*EXERCISE DETAILS*. Produce as output only the lines below starting at the line with "a path passes from" and continuing through the line with "clearance, straight lines", each one exactly as written.

=== Section Start ===

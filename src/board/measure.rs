//! Clearance and creepage between two circuits' copper: a shortest-path search (Dijkstra)
//! whose nodes are conductors (crossed at no cost: intervening copper does not insulate),
//! points on the rims of the board edge and of holes and slots (where a path passes from
//! one face to the other), and, for creepage, the corners of the cut-outs a path must go
//! round. Edge weights are gaps: straight lines through air for clearance, straight lines
//! on the surface that do not cross a cut-out of at least the groove width X for creepage,
//! and `hypot(chord, thickness)` down a rim.
//!
//! Neighbours are found through a grid over the conductors' outlines. The graph is
//! complete (any node to any node on its face, any rim point to any point of its rim on
//! the other face), but its edges are taken lazily, in rings: when a node is reached at
//! distance `d`, its hops up to `FIRST_RING_MM` are relaxed, and a queue entry at
//! `d + r` opens the ring of hops from `r` to `2r`. A ring is not opened where it cannot
//! help (the figure is the same as with every edge):
//!
//! - Face hops. Any hop longer than `r` passes a point `x` at exactly `r` from the node.
//!   A map of cells (`Cells`) keeps, per cell, a distance within which copper already
//!   settled reaches the cell's centre (copper touching the cell, spread to the
//!   neighbouring cells at one cell width per step). If every cell such an `x` can lie in
//!   has a value below `d + r` (less half its diagonal and the tolerances), that copper
//!   reaches `x`, and so the hop's end, sooner; the hop is not needed, and neither is any
//!   longer one. In dense copper this stops the rings after a millimetre or two; at the
//!   edge of a gap they go on until the second circuit is reached. For creepage, the way
//!   from that copper to `x` and on is a path on the surface, which the search holds as
//!   hops round the cut-outs' corners. A cell an obstacle's edge meets has no value of its
//!   own; where its part on the surface is convex (one edge right across it, or two
//!   meeting at a corner that is convex on the surface's side), the straight line to any
//!   point of that part from the centre of a side neighbour that lies on the surface's
//!   side of those edges stays on the surface, and the neighbour's value plus the longest
//!   such line bounds it. A cell that one edge hides from the whole node (every line
//!   from the node's box to the cell crosses the edge, not at its ends) holds no `x`: a
//!   hop that crosses an edge is not on the surface. Nor does a cell wholly inside a
//!   convex cut-out (`Cells::mark_void`).
//! - Passages down a rim (creepage, along the wall): the cost `hypot(s, thickness)` is
//!   convex in the distance `s` along the rim, so once the rim point `s'` along has been
//!   reached along this face at no more than `d + hypot(s', thickness) - thickness`,
//!   every passage further that way is no shorter from there. Clearance (through the air
//!   of the hole, by the chord): a run of rim points is passed over where even its
//!   nearest point would come later than its farthest point already is reached along the
//!   other face, or copper in its cell reaches it sooner.
//! - A rim point reached from the other face goes on along this face only where the
//!   face's own copper did not reach it as soon.
//! - A corner's hops to rim points (creepage) are taken run by run (`CHUNK` consecutive
//!   points of a rim, with their box): a run is passed over where its box is farther than
//!   the ring's outer radius, or wholly within its inner radius, or where even its nearest
//!   point would be reached no sooner than its farthest point already is. The box's
//!   nearest and farthest corners bound each point's sum of squares from below and above
//!   (in floating point too: differences, squares, sums and roots are monotone), so each
//!   point of such a run would fail the point-by-point test (`surely_no_hop`) anyway; the
//!   hops taken are the same.
//! - A corner's hop to a rim point of its own cut-out, where the cut-out is convex, is a
//!   chord of the polygon. Where the chord's middle lies more than `4 ON_EDGE_MM` inside
//!   (below every edge's line), `Obstacles::visible` would find it blocked, and is not
//!   asked (`Obstacles::chord_hidden`): the depth inside a convex polygon (the least
//!   distance to its edges' lines) is concave along the chord and about zero at its ends,
//!   so on the chord's middle half it is at least half the middle's, more than
//!   `2 ON_EDGE_MM`. `visible` cuts the hop where it touches edges (at the corner at
//!   least) and tests the middle of each piece longer than 1e-9 of the hop; the piece that
//!   holds the chord's middle (or, where that one is shorter, the one beside it) has its
//!   own middle in the middle half: inside the ring and farther than `ON_EDGE_MM` from its
//!   edges, so strictly blocked.
//!
//! The search ends when the second circuit's copper is taken from the queue; no
//! hop-length limit, so no second search.
//!
//! Barriers with the same first circuit share one search (`Index::measure_all`): it goes
//! on until the copper of every second circuit `T` has been taken, reads `T`'s path when
//! `T`'s copper is first taken, crosses `T`'s copper afterwards like any conductor's, and
//! cuts a hop that would end beyond the largest of the waiting circuits' best distances
//! so far (`State::best`). Up to the moment `T`'s copper is first taken, at distance `D`,
//! it takes the same steps as `T`'s own search. Entries leave the queue in the order of
//! key, node and ring, whatever else is queued, so it is enough that both queue the same
//! entries with keys up to `D` and agree on every distance up to `D`; by induction over
//! the steps:
//!
//! - A hop ending at most `D` is taken by both. `T`'s own search cuts beyond its best
//!   distance to `T`, which is never below `D` (`D` is the least of the distances it
//!   gives `T`'s copper). The shared search cuts beyond at least its best distance to
//!   `T`, and that is not below `D` either: any hop to `T`'s copper that ends below `D`
//!   would be taken, and counted, by `T`'s own search too.
//! - A hop only one of them takes ends beyond `D`. It lowers no distance to `D` or less,
//!   and the tests it could change compare with such a distance or pass over only hops
//!   that would lower nothing.
//! - A ring entry only one of them queues has a key of at least `D`, and its hops end
//!   beyond `D`.
//!
//! A test (`barriers_sharing_a_first_circuit_measure_as_each_alone`) holds the shared
//! search to the searches one barrier at a time on generated boards.
//!
//! Two things change the work but not the steps taken: a creepage passage's ring finds
//! where its inner part ends along the rim by halving (`Index::inner_part`: the distance
//! along the rim does not fall until the rim wraps round), not point by point; and the
//! obstacles for creepage with the map of cells sorted by their edges are made once per
//! index and groove width (`Index::prepared`) and each creepage search starts from a copy,
//! the same map it would have made itself.
//!
//! Every figure is rounded down, never up: each gap loses twice `CHORD_TOLERANCE_MM` (arcs
//! and circles are chords that may lie that far inside the copper or the hole), and each
//! passage from one face to the other loses twice the rim's point spacing.

use std::cmp::Ordering;
use std::collections::{BTreeMap, BinaryHeap, HashMap, VecDeque};
use std::sync::{Arc, Mutex, PoisonError};

use serde::Serialize;

use super::geometry::{self as g, Bbox, CHORD_TOLERANCE_MM, Grid, P, Seg};
use super::{Board, Layer, Net, Shape};

/// Spacing of the points placed along each rim (board edge, holes, slots).
pub const RIM_SPACING_MM: f64 = 0.05;
/// The most second circuits one search looks for (a bit each in `State::pending`).
const MAX_TARGETS: usize = 32;
/// Rim points per run (see `Index::chunks`).
const CHUNK: u32 = 64;
/// The map of cells (`Cells`) has this many times more cells per side than the index
/// has outline segments per unit of area.
const CELL_DIVISOR: f64 = 1.0;
/// Outer radius of the first ring of hops; each further ring doubles it.
const FIRST_RING_MM: f64 = 1.0;
/// A point closer than this to a cut-out's edge is on it, not inside.
const ON_EDGE_MM: f64 = 1e-7;

/// A point of a measured path.
#[derive(Debug, Clone, PartialEq, Serialize)]
pub struct PathPoint {
    /// "top", "bottom" or "inner Ln".
    pub layer: String,
    pub x_mm: f64,
    pub y_mm: f64,
}

/// One measured distance and the path that gives it.
#[derive(Debug, Clone, PartialEq, Serialize)]
pub struct MeasuredPath {
    pub distance_mm: f64,
    /// From the first circuit's copper to the second's; consecutive points on the same
    /// layer are joined by a straight line, a change of layer passes down a rim.
    pub path: Vec<PathPoint>,
    /// Conductors of neither circuit the path crosses (their width is not counted).
    pub intervening_conductors: usize,
    /// The path passes from one face to the other (round the edge or through a cut-out).
    pub between_faces: bool,
}

/// Copper of the two circuits on an inner layer: its distance through the insulation in
/// the plane of the layer (not an air path; not clearance or creepage).
#[derive(Debug, Clone, PartialEq, Serialize)]
pub struct InnerDistance {
    pub layer: String,
    pub distance_mm: f64,
    pub from: PathPoint,
    pub to: PathPoint,
}

/// What the board says about one barrier.
#[derive(Debug, Clone, PartialEq, Serialize)]
pub struct BarrierMeasurement {
    pub clearance: Option<MeasuredPath>,
    pub creepage: Option<MeasuredPath>,
    pub inner_layers: Vec<InnerDistance>,
    /// The groove width X used: cut-outs at least this wide are walked round.
    pub groove_width_mm: f64,
    /// Cut-outs narrower than X (or of unknown width) that creepage crosses straight.
    pub cutouts_bridged: usize,
    pub cutouts_walked_round: usize,
    /// The neighbourhood drawn for the HTML report (not in the JSON).
    #[serde(skip)]
    pub drawing_svg: Option<String>,
}

/// The board prepared for searching: outlines per layer in grids, rim points.
pub struct Index<'b> {
    pub board: &'b Board,
    /// Layer index of each conductor: 0 top, 1 bottom, 2.. inner layers.
    obj_layers: Vec<(u8, u8)>,
    obj_seg_start: Vec<u32>,
    segs: Vec<Seg>,
    seg_owner: Vec<u32>,
    seg_box: Vec<Bbox>,
    /// Per layer: the global seg ids in it, and a grid over them.
    layers: Vec<(Vec<u32>, Grid)>,
    layer_names: Vec<String>,
    /// Conductors lying inside a polygon conductor of the same layer (touching copper
    /// without touching outlines).
    inside: HashMap<u32, Vec<u32>>,
    /// Rim points: position and rim (cut-out index; the outline is `cutouts.len()`).
    rim: Vec<(P, u32)>,
    /// Each rim point's distance along its rim from the rim's first point.
    rim_at: Vec<f64>,
    /// Each rim's length.
    rim_length: Vec<f64>,
    /// Index of each rim's first point (one more entry: the number of rim points).
    rim_first: Vec<u32>,
    /// Runs of up to `CHUNK` consecutive points of one rim (first, end), each point's run,
    /// and a grid over the runs' boxes: a passage looks at a run as a whole first.
    chunks: Vec<(u32, u32)>,
    rim_chunk: Vec<u32>,
    chunk_box: Vec<Bbox>,
    chunk_grid: Grid,
    /// Which of the later prunings the search uses (all, except in tests that compare
    /// with the search without them).
    prune: Prune,
    /// The obstacles for creepage and the map of cells sorted by their edges, per groove
    /// width: the same for every barrier, so made once (`Index::prepared`).
    prepared: Mutex<Vec<Arc<Prepared>>>,
}

/// What a creepage search needs that depends on the board and the groove width only.
struct Prepared {
    groove_width_mm: f64,
    void_cells: bool,
    obstacles: Obstacles,
    bridged: usize,
    round: usize,
    /// The map of cells before any copper is reached (cloned by each search).
    cells: Cells,
}

/// Prunings that a test may switch off, to compare the figures with and without.
#[derive(Clone, Copy)]
struct Prune {
    /// Cells inside convex cut-outs hold no surface (`Cells::mark_void`).
    void_cells: bool,
    /// Clearance: runs of rim points wholly within a ring's inner radius are passed over
    /// at once (each point would be).
    inner_runs: bool,
    /// Creepage: a corner's hops to rim points are looked at run by run, and a run is
    /// passed over where its box shows every point would be.
    corner_runs: bool,
    /// Creepage: a corner's hop to a rim point of its own convex cut-out whose middle lies
    /// well inside the cut-out is known hidden without `Obstacles::visible`.
    own_chords: bool,
}

struct Obstacles {
    /// Rings; the last flag marks the board outline (whose outside is the obstacle).
    rings: Vec<(Vec<P>, Bbox, bool)>,
    edges: Vec<(P, P)>,
    /// Each ring's first edge (one more entry: the number of edges).
    ring_edges: Vec<usize>,
    /// Per edge, a normal pointing to the surface's side (away from the obstacle).
    edge_normals: Vec<P>,
    edge_grid: Grid,
    corners: Vec<P>,
    corner_grid: Grid,
    /// Each corner's ring (an index in `rings`).
    corner_ring: Vec<u32>,
    /// Per rim (the board's cut-outs, then the outline), its ring in `rings` where it is
    /// a convex cut-out walked round.
    convex_rim_ring: Vec<Option<u32>>,
}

=== Section End ===

*RESULT*.
//! points on the rims of the board edge and of holes and slots (where a path passes from
//! one face to the other), and, for creepage, the corners of the cut-outs a path must go
//! round. Edge weights are gaps: straight lines through air for clearance, straight lines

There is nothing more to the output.